What you need to do: Would you please write out the records below exactly as they appear?

Data excerpts:

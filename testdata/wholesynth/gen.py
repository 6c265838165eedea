#!/usr/bin/python3
"""Accuracy check set for the whole-spectrum fit: Balmer spectra shaped by
the Stehle & Hutcheon (1999) Stark profiles at densities between the
tables' nodes, pixel-integrated, with Poisson and read noise.

Run with Debian's Python, numpy and scipy (python3-scipy; no pip):

    /usr/bin/python3 testdata/wholesynth/gen.py

It rewrites, next to this script, byte for byte the same every time (every
random number comes from numpy's default_rng with a fixed seed):

    survey_NN.csv, hires_ha_NN.csv, hires_hb_NN.csv
                        wavelength_nm (standard air), counts per pixel
                        (dark-subtracted ADU, integers)
    <name>.truth.json   everything that went in (n_e, T_exc, T_e, T_gas,
                        instrument, detector, continuum, seed, lines ...)
    response_survey.csv, response_hires.csv
                        the relative spectral response applied
                        (wavelength_nm, response), for the analysis

Two groups:
  survey   40 spectra, 2048 px over 376-700 nm (slightly non-uniform
           dispersion, 0.15-0.17 nm/px), instrument FWHM 0.3-0.8 nm,
           Balmer members Halpha ... H12 as far as the tables cover them
  hires    40 spectra, windows around Halpha (20) or Hbeta (20), instrument
           FWHM 0.03-0.1 nm sampled at 2.8 px per FWHM on 2048 px (4096 px
           when the line is too wide for 2048), every member the tables
           cover computed (their wings reach into the window)
Parameters (stratified random, a Latin hypercube per group): n_e
log-uniform over 1e20-3e23 m^-3, never within 1 % of a table node; T_exc
uniform over 3000-15000 K; peak SNR log-uniform over 30-3000.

Problem solution:
filename testdata/wholesynth/gen.py
repository 6c265838165eedea
#!/usr/bin/python3
"""Accuracy check set for the whole-spectrum fit: Balmer spectra shaped by
the Stehle & Hutcheon (1999) Stark profiles at densities between the
tables' nodes, pixel-integrated, with Poisson and read noise.

Run with Debian's Python, numpy and scipy (python3-scipy; no pip):

    /usr/bin/python3 testdata/wholesynth/gen.py

It rewrites, next to this script, byte for byte the same every time (every
random number comes from numpy's default_rng with a fixed seed):

    survey_NN.csv, hires_ha_NN.csv, hires_hb_NN.csv
                        wavelength_nm (standard air), counts per pixel
                        (dark-subtracted ADU, integers)
    <name>.truth.json   everything that went in (n_e, T_exc, T_e, T_gas,
                        instrument, detector, continuum, seed, lines ...)
    response_survey.csv, response_hires.csv
                        the relative spectral response applied
                        (wavelength_nm, response), for the analysis

Two groups:
  survey   40 spectra, 2048 px over 376-700 nm (slightly non-uniform
           dispersion, 0.15-0.17 nm/px), instrument FWHM 0.3-0.8 nm,
           Balmer members Halpha ... H12 as far as the tables cover them
  hires    40 spectra, windows around Halpha (20) or Hbeta (20), instrument
           FWHM 0.03-0.1 nm sampled at 2.8 px per FWHM on 2048 px (4096 px
           when the line is too wide for 2048), every member the tables
           cover computed (their wings reach into the window)
Parameters (stratified random, a Latin hypercube per group): n_e
log-uniform over 1e20-3e23 m^-3, never within 1 % of a table node; T_exc
uniform over 3000-15000 K; peak SNR log-uniform over 30-3000.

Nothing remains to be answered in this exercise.